At the time of the initial Glue Grant award in 2001, there were no models for the establishment of a program framework sustainable for 10 years or more and capable of conducting cutting edge, high quality genomic and proteomic studies with a challenging clinical population of critically injured patients.  From independent research, to collaboration, and finally to an integrated research team, the program’s success could serve as a model for implementing the National Institutes of Health “Roadmap” of translational medicine, that is, the linking of clinicians, basic scientists, and information biologists aimed at an important biological question.  In summary, this evolution represents the integration of the process of research into “team science”.  All of the Glue Grant participating investigators were successful, established, and independent investigators in their own right, yet few had worked together within a team of this size and complexity.   This evolution into team science required significant psychosocial transitions to make the team science successful. 

Read More

Selection of the independent researchers and range of expertise

The large-scale collaborative project consisted of participating investigators who have successful basic research programs in the relevant areas of research.  The participating investigators were selected because each is a successful NIH and particularly NIGMS-funded investigator in basic research both in the field of injury research but more than half of the group had successful federally funded research programs in a very broad distribution of disciplines and fields.  These included many diverse disciplines including clinical medicine (surgery, internal medicine, anesthesiology, infectious disease, endocrinology, health policy, nuclear medicine, pathology, pharmacology, physiology, critical care medicine, and emergency medicine), animal science, biochemistry, biophysics, microbiology, immunology, molecular and cellular biology, physical chemistry and biochemistry, engineering and material sciences, genomics and genetics, computational biology, bioinformatics, and biostatistics.  Each investigator had extensive experience with the genomic portion of the field.  However, few had experience with the global, systematic approach necessitated by whole genome bioinformatics and few investigators had worked on a collaborative study that required the integration of such sophisticated genomic and proteomic analyses in the clinical setting.

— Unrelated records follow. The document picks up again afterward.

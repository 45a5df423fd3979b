"""Writing a file so that it is there whole or not at all."""

from __future__ import annotations

import errno
import os
import secrets
import stat

from generators.errors import InputError

# The machine's trouble, not the caller's: a full disk, a full quota, a failing device.
MACHINE_ERRORS = frozenset({errno.ENOSPC, errno.EDQUOT, errno.EIO})


def atomic_write(path: str | os.PathLike[str], content: str | bytes) -> None:
    """Write a file by way of a temporary one in the same folder and `os.replace`.

    A reader sees the old file or the new one, never a part; on any failure the old file stays and the
    temporary one goes. An existing file keeps its permissions, and a symbolic link keeps pointing at
    the file that is replaced.

    Parameters
    ----------
    path : str or path
    content : str or bytes
        Text is written in UTF-8, line ends as they are.

    Raises
    ------
    InputError
        If the path cannot be written: no such folder, a folder itself, not permitted, not a regular
        file; or if UTF-8 cannot hold the text.
    OSError
        If the machine fails (disk full, input/output error).

    Examples
    --------
    >>> import pathlib, tempfile
    >>> with tempfile.TemporaryDirectory() as folder:
    ...     atomic_write(pathlib.Path(folder, "note.txt"), "done")
    ...     pathlib.Path(folder, "note.txt").read_text()
    'done'
    """
    where = os.fspath(path)
    try:
        data = content.encode("utf-8") if isinstance(content, str) else content
    except UnicodeEncodeError as error:
        raise InputError(f"{where}: UTF-8 cannot hold the character {error.object[error.start]!r}.") from None
    try:
        _replace(os.path.realpath(where), data)
    except ValueError as error:  # a NUL in the path
        raise InputError(f"{where!r}: cannot be written: {error}.") from None
    except OSError as error:
        if error.errno in MACHINE_ERRORS:
            raise
        raise InputError(f"{where}: cannot be written: {error.strerror}.") from None


def _replace(target: str, data: bytes) -> None:
    mode = 0o666  # what `open` asks for, before the umask
    if os.path.exists(target):
        found = os.stat(target).st_mode
        if not stat.S_ISREG(found):
            # os.replace would put a regular file in the place of a device.
            code = errno.EISDIR if stat.S_ISDIR(found) else errno.EINVAL
            raise OSError(code, "it is a folder" if code == errno.EISDIR else "it is not a regular file")
        mode = stat.S_IMODE(found)
    temporary = os.path.join(os.path.dirname(target), f".{secrets.token_hex(8)}.part")
    descriptor = os.open(temporary, os.O_WRONLY | os.O_CREAT | os.O_EXCL, mode)
    try:
        with os.fdopen(descriptor, "wb") as file:
            file.write(data)
            file.flush()
            os.fsync(file.fileno())
        if mode != 0o666:
            os.chmod(temporary, mode)  # the umask may have taken bits that the old file had
        os.replace(temporary, target)
    except BaseException:
        os.unlink(temporary)
        raise
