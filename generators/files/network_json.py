"""Networks as JSON, in a small versioned format of this project.

    {"format": "arcassay network", "version": 1, "variables": [
      {"name": "rain", "states": ["no", "yes"], "parents": [], "rows": [[0.8, 0.2]]},
      {"name": "wet", "states": ["no", "yes"], "parents": ["rain"], "rows": [[0.9, 0.1], [0.2, 0.8]]}]}

`rows` holds one list per joint state of the parents, the first parent's state slowest.
"""

from __future__ import annotations

import json
from collections.abc import Mapping, Sequence
from itertools import islice, product
from math import prod
from typing import Any

import numpy as np

from generators.errors import InputError
from generators.files.assembly import build_network, is_probability, normalised, row_label, size_fault
from generators.files.text import shown
from generators.network import Cpt, Network, check_states
from generators.settings import nearest

FORMAT = "arcassay network"
VERSION = 1


def parse_network_json(text: str, where: str) -> tuple[Network, tuple[str, ...]]:
    """Read a network from the text of a JSON file.

    Parameters
    ----------
    text : str
    where : str
        The file's name, for messages.

    Returns
    -------
    network : Network
    notes : tuple of str
        One per table that had rows to renormalise.

    Raises
    ------
    InputError
        ``FILE:LINE:COLUMN: ...`` where the text is no JSON, else ``FILE: variables[2].rows[0]: ...``
        (positions count from 0).

    Examples
    --------
    >>> network, notes = parse_network_json('''{"format": "arcassay network", "version": 1, "variables": [
    ...     {"name": "rain", "states": ["no", "yes"], "parents": [], "rows": [[0.8, 0.2]]}]}''', "tiny.json")
    >>> network.cpts["rain"].p.tolist(), notes
    ([0.8, 0.2], ())
    """
    reader = _Reader(where)
    top = reader.object("", _parsed(text, where), ("format", "version", "variables"))
    if top["format"] != FORMAT:
        raise reader.fault("format", f"expected {FORMAT!r}, found {_found(top['format'])}.")
    if top["version"] != VERSION or isinstance(top["version"], bool):
        raise reader.fault(
            "version",
            f"expected {VERSION}, found {_found(top['version'])}; another version may have written this.",
        )
    items = reader.list("variables", top["variables"])
    if not items:
        raise reader.fault("variables", "expected at least one variable, found none.")
    variables = [
        reader.object(f"variables[{k}]", item, ("name", "states", "parents", "rows"))
        for k, item in enumerate(items)
    ]
    states = reader.states(variables)
    cpts, notes, taken = [], [], 0
    for k, variable in enumerate(variables):
        cpt, note = reader.table(f"variables[{k}]", variable, states, taken)
        taken += cpt.p.size
        cpts.append(cpt)
        if note:
            notes.append(f"{where}: variables[{k}].rows: {note}")
    network = build_network(states, cpts, lambda k, message: reader.fault(f"variables[{k}].parents", message))
    return network, tuple(notes)


class _Object(tuple[tuple[str, Any], ...]):
    """The pairs of a JSON object as they stand in the text, repeated keys included."""


def _parsed(text: str, where: str) -> Any:
    def refuse(constant: str) -> Any:
        raise ValueError(f"{constant} is not a JSON number")

    try:
        return json.loads(text, object_pairs_hook=_Object, parse_constant=refuse)
    except json.JSONDecodeError as error:
        raise InputError(f"{where}:{error.lineno}:{error.colno}: not JSON: {error.msg}.") from None
    except ValueError as error:  # NaN, or a whole number too long to convert
        raise InputError(f"{where}: not JSON: {str(error).partition(';')[0]}.") from None
    except RecursionError:
        raise InputError(f"{where}: not a network: lists within lists, too deep to read.") from None


def _found(value: Any) -> str:
    if isinstance(value, _Object):
        return "an object"
    if isinstance(value, list):
        return f"a list of {len(value)}"
    return shown(value) if isinstance(value, str) else json.dumps(value)


class _Reader:
    """Typed access to parsed JSON, with the path of each value in the faults."""

    def __init__(self, where: str) -> None:
        self.where = where

    def fault(self, path: str, message: str) -> InputError:
        return InputError(f"{self.where}: {path}: {message}" if path else f"{self.where}: {message}")

    def object(self, path: str, value: Any, keys: tuple[str, ...]) -> dict[str, Any]:
        if not isinstance(value, _Object):
            raise self.fault(
                path, f"expected an object with the keys {', '.join(keys)}, found {_found(value)}."
            )
        pairs: dict[str, Any] = {}
        for key, item in value:
            if key not in keys:
                raise self.fault(
                    path, f"unknown key {shown(key)}; accepted: {', '.join(keys)}.{nearest(key, keys)}"
                )
            if key in pairs:
                raise self.fault(path, f"the key {key!r} stands twice.")
            pairs[key] = item
        for key in keys:
            if key not in pairs:
                raise self.fault(path, f"the key {key!r} is missing.")
        return pairs

    def list(self, path: str, value: Any) -> Sequence[Any]:
        if not isinstance(value, list):
            raise self.fault(path, f"expected a list, found {_found(value)}.")
        return value

    def name(self, path: str, value: Any) -> str:
        if not isinstance(value, str) or not value:
            raise self.fault(path, f"expected non-empty text, found {_found(value)}.")
        if any("\ud800" <= character <= "\udfff" for character in value):
            raise self.fault(path, "holds half of a surrogate pair, which is no character.")
        return value

    def names(self, path: str, value: Any) -> tuple[str, ...]:
        return tuple(self.name(f"{path}[{k}]", item) for k, item in enumerate(self.list(path, value)))

    def states(self, variables: Sequence[Mapping[str, Any]]) -> dict[str, tuple[str, ...]]:
        states: dict[str, tuple[str, ...]] = {}
        for k, variable in enumerate(variables):
            name = self.name(f"variables[{k}].name", variable["name"])
            if name in states:
                raise self.fault(f"variables[{k}].name", f"variable {shown(name)} stands twice.")
            states[name] = self.names(f"variables[{k}].states", variable["states"])
            fault = check_states(name, states[name])
            if fault:
                raise self.fault(f"variables[{k}].states", f"{fault}.")
        return states

    def table(
        self, path: str, variable: Mapping[str, Any], states: Mapping[str, tuple[str, ...]], taken: int
    ) -> tuple[Cpt, str | None]:
        name = variable["name"]
        parents = self.names(f"{path}.parents", variable["parents"])
        for k, parent in enumerate(parents):
            if parent not in states:
                message = f"unknown variable {shown(parent)}.{nearest(parent, states)}"
                raise self.fault(f"{path}.parents[{k}]", message)
            if parent == name or parent in parents[:k]:
                raise self.fault(
                    f"{path}.parents[{k}]", f"{shown(parent)} must be another, different variable."
                )
        parents_states = [states[parent] for parent in parents]
        shape = (*map(len, parents_states), len(states[name]))
        fault = size_fault(name, shape, taken)
        if fault:
            raise self.fault(f"{path}.parents", fault)
        rows = self.list(f"{path}.rows", variable["rows"])
        expected = prod(shape[:-1])
        if len(rows) != expected:
            raise self.fault(f"{path}.rows", f"expected {expected} rows, found {len(rows)}.")

        def label(row: int) -> str:
            return row_label(name, next(islice(product(*parents_states), row, None)))

        p = np.empty((expected, shape[-1]), dtype=np.float64)
        for i, row in enumerate(rows):
            numbers = self.list(f"{path}.rows[{i}]", row)
            if len(numbers) != shape[-1]:
                raise self.fault(
                    f"{path}.rows[{i}]",
                    f"expected {shape[-1]} probabilities for {label(i)}, found {len(numbers)}.",
                )
            for j, number in enumerate(numbers):
                if (
                    not isinstance(number, (int, float))
                    or isinstance(number, bool)
                    or not is_probability(number)
                ):
                    raise self.fault(
                        f"{path}.rows[{i}][{j}]", f"expected a probability, found {_found(number)}."
                    )
            p[i] = numbers
        p, note = normalised(
            name,
            parents_states,
            p.reshape(shape),
            lambda i, message: self.fault(f"{path}.rows[{i}]", message),
        )
        return Cpt(name, parents, p), note


def network_json_text(network: Network) -> str:
    """Return the text of a JSON file, one variable a line; reading it gives the same network to the bit.

    Examples
    --------
    >>> from generators.graph import Graph
    >>> rain = Cpt("rain", (), np.array([0.8, 0.2]))
    >>> network = Network(Graph.from_edges(["rain"]), (("no", "yes"),), {"rain": rain})
    >>> print(network_json_text(network), end="")
    {"format": "arcassay network", "version": 1, "variables": [
      {"name": "rain", "states": ["no", "yes"], "parents": [], "rows": [[0.8, 0.2]]}
    ]}
    """
    variables = [
        {
            "name": name,
            "states": own,
            "parents": network.cpts[name].parents,
            "rows": network.cpts[name].rows().tolist(),
        }
        for name, own in zip(network.names, network.states, strict=True)
    ]
    lines = ",\n".join(f"  {json.dumps(variable, ensure_ascii=False)}" for variable in variables)
    return f'{{"format": "{FORMAT}", "version": {VERSION}, "variables": [\n{lines}\n]}}\n'
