@inlined
def tabulate_planes(columns: Columns, variable: int, n_planes: int, space: Workspace) -> bool:
    """Count a variable within each plane of a base.

    Fills ``space.table``: cell ``c * r + s`` is the number of rows in plane c of the base with the
    variable, of r states, in state s.

    Parameters
    ----------
    columns : Columns
    variable : int
    n_planes : int
        How many planes `split_planes` made: joint states of the parents times states of the child.
    space : Workspace

    Returns
    -------
    bool
        False, and nothing is counted, if the variable has no planes: then use `tabulate_index`.
    """
    first = columns.offsets[variable]
    r = columns.offsets[variable + 1] - first
    if r == 0:
        return False
    _clear(space.table, n_planes * r)
    count_within(
        columns.planes,
        first,
        r,
        0,
        columns.planes.shape[1],
        space.base,
        space.base_sizes,
        n_planes,
        space.table,
    )
    return True


@inlined
def count_within(
    planes: NDArray[np.uint64],
    first: int,
    r: int,
    start: int,
    end: int,
    base: NDArray[np.uint64],
    sizes: NDArray[np.uint32],
    n_parts: int,
    table: NDArray[Any],
) -> None:
    """Add the rows of a variable within each plane of a base to a table: for the innermost loops.

    It takes no tuples of arrays and calls nothing: in other compiled functions the references to every
    array are counted, which takes as long as counting some hundred rows.

    Parameters
    ----------
    planes : uint64 array, shape (any, ceil(n / 64))
        Rows `first` to ``first + r - 1`` belong to the variable to count.
    first, r : int
    start, end : int
        Which words of the planes the base is about.
    base : uint64 array, shape (at least n_parts, at least end - start)
    sizes : uint32 array, shape (at least n_parts,)
        Rows in each plane of the base.
    n_parts : int
    table : uint32 or int64 array, shape (at least n_parts * r,)
        To cell ``c * r + s`` the rows in part c and state s are added.
    """
    for c in range(n_parts):
        table[c * r + r - 1] += sizes[c]
    fours = n_parts // 4 * 4
    for s in range(r - 1):
        plane = planes[first + s, start:end]
        for c in range(0, fours, 4):  # four parts at a time use each word of the plane four times
            p0, p1, p2, p3 = base[c], base[c + 1], base[c + 2], base[c + 3]
            n0, n1, n2, n3 = np.uint64(0), np.uint64(0), np.uint64(0), np.uint64(0)
            for w in range(plane.shape[0]):
                word = plane[w]
                n0 += popcount(p0[w] & word)
                n1 += popcount(p1[w] & word)
                n2 += popcount(p2[w] & word)
                n3 += popcount(p3[w] & word)
            cells = table[c * r : (c + 4) * r]
            cells[s] += n0
            cells[r - 1] -= n0
            cells[r + s] += n1
            cells[r + r - 1] -= n1
            cells[2 * r + s] += n2
            cells[2 * r + r - 1] -= n2
            cells[3 * r + s] += n3
            cells[3 * r + r - 1] -= n3
        for c in range(fours, n_parts):
            part = base[c]
            rows = np.uint64(0)
            for w in range(plane.shape[0]):
                rows += popcount(part[w] & plane[w])
            table[c * r + s] += rows
            table[c * r + r - 1] -= rows
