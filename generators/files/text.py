"""Text in and out of files: reading with one-line faults, and the fields of CSV."""

from __future__ import annotations

import csv
import io
import os
import re
import tomllib
from collections.abc import Iterable, Iterator
from typing import Any

from generators.errors import InputError

# A decimal number, and none of the other texts that `float` takes (nan, 1_000).
NUMBER = re.compile(r"[+-]?(?:[0-9]+\.?[0-9]*|\.[0-9]+)(?:[eE][+-]?[0-9]+)?")
_TOML_POSITION = re.compile(r" \(at (?:line (\d+), column (\d+)|end of document)\)$")
# A leading byte-order mark is quoted too, or a reader would take it for the file's own.
_QUOTED_FIELD = re.compile(r'[,"\r\n]|\A\s|\s\Z|\A\ufeff')


def read_bytes(path: str | os.PathLike[str]) -> bytes:
    """Read a file as bytes.

    Raises
    ------
    InputError
        If there is no such file, it is a folder, or it cannot be read.
    """
    where = os.fspath(path)
    try:
        with open(where, "rb") as file:
            return file.read()
    except FileNotFoundError:
        raise InputError(f"{where}: no such file.") from None
    except IsADirectoryError:
        raise InputError(f"{where}: is a folder, expected a file.") from None
    except OSError as error:
        raise InputError(f"{where}: cannot be read: {error.strerror}.") from None
    except ValueError as error:  # a NUL in the path
        raise InputError(f"{where!r}: cannot be read: {error}.") from None


def decode(data: bytes, where: str) -> str:
    """Decode UTF-8 with or without a byte-order mark; line ends stay as they are.

    Raises
    ------
    InputError
        If the bytes are no UTF-8 text, or hold a NUL; the message names the line.
    """
    try:
        text = data.decode("utf-8-sig")
    except UnicodeDecodeError as error:
        line = data.count(b"\n", 0, error.start) + 1
        raise InputError(
            f"{where}:{line}: not UTF-8 text (found the byte 0x{error.object[error.start]:02x})."
        ) from None
    if "\0" in text:
        line = text.count("\n", 0, text.index("\0")) + 1
        raise InputError(f"{where}:{line}: not a text file (found a NUL byte).")
    return text


def read_text(path: str | os.PathLike[str]) -> str:
    """Read a UTF-8 text file.

    Raises
    ------
    InputError
        As `read_bytes` and `decode`.
    """
    return decode(read_bytes(path), os.fspath(path))


def parse_toml(text: str, where: str) -> dict[str, Any]:
    """Read TOML.

    Raises
    ------
    InputError
        If it is none; the message names line and column.

    Examples
    --------
    >>> parse_toml("seed = 1", "plan.toml")
    {'seed': 1}
    >>> parse_toml("seed 1", "plan.toml")
    Traceback (most recent call last):
        ...
    generators.errors.InputError: plan.toml:1:6: Expected '=' after a key in a key/value pair.
    """
    try:
        return tomllib.loads(text)
    except tomllib.TOMLDecodeError as error:
        message = str(error)
        found = _TOML_POSITION.search(message)
        line, column = (found[1], found[2]) if found else (None, None)
        if line is None:
            lines = text.split("\n")
            line, column = len(lines), len(lines[-1]) + 1
        what = " ".join(_TOML_POSITION.sub("", message).split())
        raise InputError(f"{where}:{line}:{column}: {what}.") from None
    except ValueError as error:  # a number with more digits than Python converts
        raise InputError(f"{where}: {' '.join(str(error).split())}.") from None
    except RecursionError:
        raise InputError(f"{where}: is nested too deeply.") from None


def shown(text: str) -> str:
    r"""Return a short, one-line form of `text` for a message.

    Examples
    --------
    >>> shown("rain"), shown("two\nlines")
    ("'rain'", "'two\\nlines'")
    """
    limit = 40
    return repr(text if len(text) <= limit else text[: limit - 1] + "…")


def listed(texts: Iterable[str]) -> str:
    """Return texts with commas between them, on one line whatever they hold.

    Examples
    --------
    >>> listed(["low", "very high"])
    'low, very high'
    """
    return ", ".join(text if text.isprintable() else repr(text) for text in texts)


def csv_field(text: str) -> str:
    """Return `text` as a field of a CSV row, quoted where it must be (RFC 4180).

    Examples
    --------
    >>> csv_field("yes"), csv_field('a "b", c')
    ('yes', '"a ""b"", c"')
    """
    return '"' + text.replace('"', '""') + '"' if _QUOTED_FIELD.search(text) else text


def csv_rows(text: str, where: str) -> Iterator[tuple[int, list[str]]]:
    """Give the rows of a CSV text with the line on which each starts, blank lines left out.

    Raises
    ------
    InputError
        If a quoted field is not closed or goes on behind its closing quote.
    """
    reader = csv.reader(io.StringIO(text, newline=""), strict=True)
    while True:
        line = reader.line_num + 1
        try:
            row = next(reader)
        except StopIteration:
            return
        except csv.Error as error:
            raise InputError(f"{where}:{line}: not a CSV row ({error}).") from None
        if row:
            yield line, row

Establishing and fostering collaboration within and among the groups

The program’s work began by organizing into individual core groups of specific disciplines and fields (genomics, proteomics, clinical trials, computational biology, informatics, model systems, administrative).   Each group was led by a core director, who facilitated the team interactions to identify goals, responsibilities,and an infrastructure that would support the individual and programmatic milestones.

  • The core groups were initially faced the requirements to develop robust protocols to generate high quality samples of sufficient quantity for genomics and proteomics analyses that could be performed in an intensive care setting or mouse laboratory.  The challenge was to develop protocols that balanced high quality science with technologies and in the clinical trials group, that were feasible when performed by trained research nurses and technicians in critically ill patients.  This required two years to test the feasibility and practicality of using these advanced technologies in the critical care setting.
  • The patient-oriented research (clinical trials) core was charged to develop an infrastructure that could provide consistent patient care and generate quality samples among the various clinical sites that had research personnel of diverse backgrounds and training.  The trauma and burns clinical groups were the first groups to adopt a consensus-driven approach to define the critically ill trauma patient and create clinical treatment protocols (standard operating procedures, SOPs) and this approach was adopted by the analytical, data, and computational groups.
  • The information dissemination and data collection core (IDDC) was challenged to create many data collection and organizational tools for the collection, validation, and long-term storage of the data.  This required the creation of several essential software tools, including a laboratory information system to organize the blood and tissue samples, a web-accessible, relational database to capture the demographic, clinical, and outcomes data, a data warehouse combining all of the clinical, genomics, and proteomics data, and web sites to share information.
  • The computational analysis and modeling group was charged to provide statistical and computational input as experiments and protocols were actually being designed to insure that robust and meaningful data sets would be generated.   The latter challenge went on to become a critical issue not only for this program, but also for the other Glue Grant-funded projects – all of which had underestimated the bioinformatics and computational challenges that laid ahead, not only in terms of cost, but also in the lack of current available tools to analyze and derive biological meaning from the amassing, sophisticated data sets.

Teamwork – the collaborative approach of the groups

A huge psychosocial challenge to team science is the optimization of modes of communication within groups and between groups.  The research program developed a cohesive and functional scientific, analytic, and administrative infrastructure that had continuously evolved throughout the first three years of funding.  Program activities during Year 1 could be viewed as communication and progress within the individual groups.  Although the program took a proactive approach in internal and external communications, program leaders found that keeping communication channels open and functional continued to be a challenge (especially for the administration core) and required a tremendous input of time and effort from all core groups. Program leaders employed a number of passive and interactive methods of communication within the program to help the groups work effectively together. The program’s internal communication strategies and approaches included quarterly face-to-face meetings (nearly all in Chicago, the “half-way point” for most participating sites), site visits to inter-group laboratories and facilities, email discussions, faxes, one-to-one telephone calls, group conference calls, and the program’s internal web site for the participating investigators.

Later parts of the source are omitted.